> **Activity**
Copy out each line of the data holding "worst".

Records to use Start Marker

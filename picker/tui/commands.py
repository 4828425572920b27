"""Command-palette provider: every action of the app, and each interface preset."""

from __future__ import annotations

from functools import partial
from typing import TYPE_CHECKING, cast

from textual.command import DiscoveryHit, Hit, Hits, Provider

from picker.tui.brief_pane import preset_label

if TYPE_CHECKING:
    from picker.tui.app import PickerApp


class PickerCommands(Provider):
    """Offers the app's actions (same names as the footer and help) and the presets."""

    def _entries(self) -> list[tuple[str, str, str]]:
        app = cast("PickerApp", self.app)
        entries = [(title, help_text, action) for title, help_text, action in app.command_list()]
        for preset in app.preset_list():
            entries.append(
                (
                    f"Preset: {preset.title}",
                    f"{preset_label(preset).removeprefix(preset.title + ' — ')} — {preset.clause}",
                    f"preset('{preset.name}')",
                )
            )
        return entries

    async def discover(self) -> Hits:
        for title, help_text, action in self._entries():
            yield DiscoveryHit(title, partial(self.app.run_action, action), help=help_text)

    async def search(self, query: str) -> Hits:
        matcher = self.matcher(query)
        for title, help_text, action in self._entries():
            score = matcher.match(title)
            if score > 0:
                yield Hit(
                    score,
                    matcher.highlight(title),
                    partial(self.app.run_action, action),
                    text=title,
                    help=help_text,
                )
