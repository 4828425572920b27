"""Bars drawn with text characters, so a row reads the same with or without colour.

Pure functions returning plain strings of exactly `width` cells.
"""

from __future__ import annotations

import math

EIGHTHS = " ▏▎▍▌▋▊▉█"


def fraction_bar(fraction: float, width: int) -> str:
    """A left-aligned bar filling `fraction` (0..1, clipped) of `width` cells, 1/8 resolution."""
    if width <= 0:
        return ""
    if not math.isfinite(fraction):
        return "?".ljust(width)
    eighths = round(min(max(fraction, 0.0), 1.0) * width * 8)
    full, part = divmod(eighths, 8)
    text = "█" * full + (EIGHTHS[part] if part and full < width else "")
    return text.ljust(width)


def margin_bar(margin: float, min_margin: float, width: int) -> str:
    """Negative-resistance margin against the brief's minimum.

    The bar spans 0 to 2 × min_margin; the minimum sits at the middle, marked `┆` where the
    bar does not cover it, and a margin beyond the span ends in `›`.
    """
    if width <= 0:
        return ""
    if not math.isfinite(margin) or min_margin <= 0:
        return "?".ljust(width)
    span = 2.0 * min_margin
    cells = list(fraction_bar(margin / span, width))
    mark = min(width - 1, round(width * min_margin / span))
    if cells[mark] == " ":
        cells[mark] = "┆"
    if margin > span:
        cells[-1] = "›"
    return "".join(cells)


def budget_bar(total_ppm: float, budget_ppm: float, width: int) -> str:
    """Share of the budget used by the worst-case total; over budget ends in `!`."""
    if width <= 0:
        return ""
    if not (math.isfinite(total_ppm) and math.isfinite(budget_ppm)) or budget_ppm <= 0:
        return "?".ljust(width)
    text = fraction_bar(total_ppm / budget_ppm, width)
    if total_ppm > budget_ppm:
        text = text[:-1] + "!"
    return text
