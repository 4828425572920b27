"""The part sheet: every figure for one part, where it came from, and two small plots."""

from __future__ import annotations

import math

import numpy as np
from rich.text import Text
from textual.app import ComposeResult
from textual.containers import VerticalScroll
from textual.widgets import Static

from picker.tui.bars import fraction_bar
from picker.tui.model import CAUTION, DriftCurve, ImpedanceCurve, PartSheet
from picker.tui.plots import curve_plot, framed, marker_row
from picker.tui.shortlist import status_cells

SOURCE_TAGS = {
    "catalog": "catalog",
    "estimate": "ESTIMATE",
    "brief": "brief",
    "computed": "computed",
}
"""Provenance tags; estimates are upper-case so they stand out without colour."""


def _ohms(value: float) -> str:
    for scale, prefix in ((1e6, "M"), (1e3, "k")):
        if abs(value) >= scale:
            return f"{value / scale:.3g} {prefix}Ω"
    return f"{value:.3g} Ω"


def drift_lines(curve: DriftCurve, width: int, height: int = 6) -> list[str]:
    """The drift plot: envelope over temperature against the ±band of the budget."""
    plot_width = max(width - 10, 10)
    band = curve.band_ppm if math.isfinite(curve.band_ppm) else 0.0
    bands = (band, -band) if band > 0 else ()
    lines, (low, high) = curve_plot(
        curve.temperature_c,
        [curve.low_ppm, curve.high_ppm],
        width=plot_width,
        height=height,
        bands=bands,
    )
    t0, t1 = float(np.min(curve.temperature_c)), float(np.max(curve.temperature_c))
    return framed(lines, f"{high:+.0f}ppm", f"{low:+.0f}ppm", f"{t0:.0f} °C", f"{t1:.0f} °C")


def impedance_lines(curve: ImpedanceCurve, width: int, height: int = 6) -> list[str]:
    """|Z| on a log scale near resonance, with fs, fL and fp marked below the axis."""
    plot_width = max(width - 10, 10)
    magnitude = np.log10(np.maximum(curve.magnitude_ohm, 1e-3))
    lines, (low, high) = curve_plot(
        curve.frequency_hz, [magnitude], width=plot_width, height=height
    )
    f0, f1 = float(np.min(curve.frequency_hz)), float(np.max(curve.frequency_hz))
    out = framed(
        lines,
        _ohms(10**high),
        _ohms(10**low),
        f"{(f0 / curve.fs_hz - 1) * 1e6:+.0f} ppm",
        f"{(f1 / curve.fs_hz - 1) * 1e6:+.0f} ppm",
    )
    marks = marker_row(
        f0, f1, plot_width, [(curve.fs_hz, "s"), (curve.fl_hz, "L"), (curve.fp_hz, "p")]
    )
    out.insert(len(out) - 1, " " * 9 + marks)
    return out


def sheet_text(sheet: PartSheet, width: int) -> Text:
    """The whole part sheet as one rich Text (styles add emphasis, never meaning)."""
    text = Text()
    status, _ = status_cells(sheet.status)
    text.append(f"{sheet.mpn}", style="bold")
    text.append(f"  {status.strip()}\n", style="bold")
    text.append(f"{sheet.summary}\n")
    for reason in sheet.reasons:
        text.append(f"  • {reason}\n")

    text.append("\nFigures", style="bold underline")
    text.append("  (source: catalog, brief, computed, ESTIMATE)\n", style="dim")
    label_width = min(max((len(f.label) for f in sheet.figures), default=10), 28)
    for figure in sheet.figures:
        tag = SOURCE_TAGS.get(figure.source, figure.source)
        line = f"  {figure.label:<{label_width}} {figure.value:>16}  [{tag}]"
        text.append(line, style="bold" if figure.source == "estimate" else "")
        if figure.meaning and width >= len(line) + 4 + len(figure.meaning):
            text.append(f"  {figure.meaning}", style="dim")
        text.append("\n")
    if sheet.estimated:
        text.append(
            f"  Estimated (typical values, common practice): {', '.join(sheet.estimated)}\n"
        )

    text.append("\nLoad capacitors\n", style="bold underline")
    for line in sheet.caps:
        text.append(f"  {line}\n")

    text.append("\nError budget", style="bold underline")
    text.append(f"  (worst case, budget {sheet.budget_ppm:.4g} ppm)\n", style="dim")
    bar_width = max(min(width - 36, 30), 6)
    for name, ppm in sheet.budget:
        fraction = ppm / sheet.budget_ppm if sheet.budget_ppm > 0 else math.nan
        text.append(f"  {name:<14} {ppm:8.2f} ppm {fraction_bar(fraction, bar_width)}\n")

    if sheet.declared:
        text.append("\nFigures to declare in firmware\n", style="bold underline")
        for line in sheet.declared:
            text.append(f"  {line}\n")

    if sheet.drift is not None:
        text.append("\nDrift over the brief's temperature range", style="bold underline")
        text.append(
            f"  (dotted: ±{sheet.drift.band_ppm:.3g} ppm left for temperature)\n", style="dim"
        )
        text.append(f"  {sheet.drift.label}\n", style="dim")
        for line in drift_lines(sheet.drift, min(width, 72)):
            text.append(f"{line}\n")
    if sheet.impedance is not None:
        text.append("\n|Z| near resonance", style="bold underline")
        text.append(
            "  (s = fs series, L = fL with the board's load, p = fp parallel)\n", style="dim"
        )
        for line in impedance_lines(sheet.impedance, min(width, 72)):
            text.append(f"{line}\n")

    text.append("\nBench verification plan\n", style="bold underline")
    for number, line in enumerate(sheet.bench, start=1):
        text.append(f"  {number}. {line}\n")
    text.append(f"\n{CAUTION}\n", style="italic")
    return text


class PartSheetView(VerticalScroll, can_focus=True):
    """Scrollable part sheet; re-lays its plots when the width changes."""

    DEFAULT_CSS = """
    PartSheetView { height: 1fr; padding: 0 1; }
    PartSheetView > Static { width: 1fr; }
    """

    def __init__(self, *, id: str | None = None) -> None:
        super().__init__(id=id)
        self._sheet: PartSheet | None = None
        self._body = Static("Highlight a part in the shortlist to see its sheet.", id="sheet-body")

    def compose(self) -> ComposeResult:
        yield self._body

    @property
    def sheet(self) -> PartSheet | None:
        return self._sheet

    def show(self, sheet: PartSheet | None) -> None:
        self._sheet = sheet
        self._render_body()

    def show_message(self, message: str) -> None:
        self._sheet = None
        self._body.update(message)

    def on_resize(self) -> None:
        self._render_body()

    def _render_body(self) -> None:
        if self._sheet is not None:
            width = max(self.size.width - 2, 40)
            self._body.update(sheet_text(self._sheet, width))
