def run_app(
    catalog_paths: Sequence[str | Path], brief_path: str | Path, mapping: str | Path | None = None
) -> int:
    """Open the UI on the given catalogs and brief; returns the exit status (0 on ctrl+q)."""
    from picker.tui.core import PickerCore, bundled_briefs

    app = PickerApp(
        PickerCore(),
        [Path(p) for p in catalog_paths],
        Path(brief_path),
        None if mapping is None else Path(mapping),
        protected=bundled_briefs(),
    )
    try:
        code = app.run()
    except KeyboardInterrupt:
        return 130
    if app.return_code not in (None, 0):
        print(f"picker: the terminal UI stopped (status {app.return_code})", file=sys.stderr)
    return int(code or 0) if app.return_code in (None, 0) else int(app.return_code or 1)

Records to use End Marker

> **Written solution**
    """Share of the budget used by the worst-case total; over budget ends in `!`."""
    text.append(f"  (worst case, budget {sheet.budget_ppm:.4g} ppm)\n", style="dim")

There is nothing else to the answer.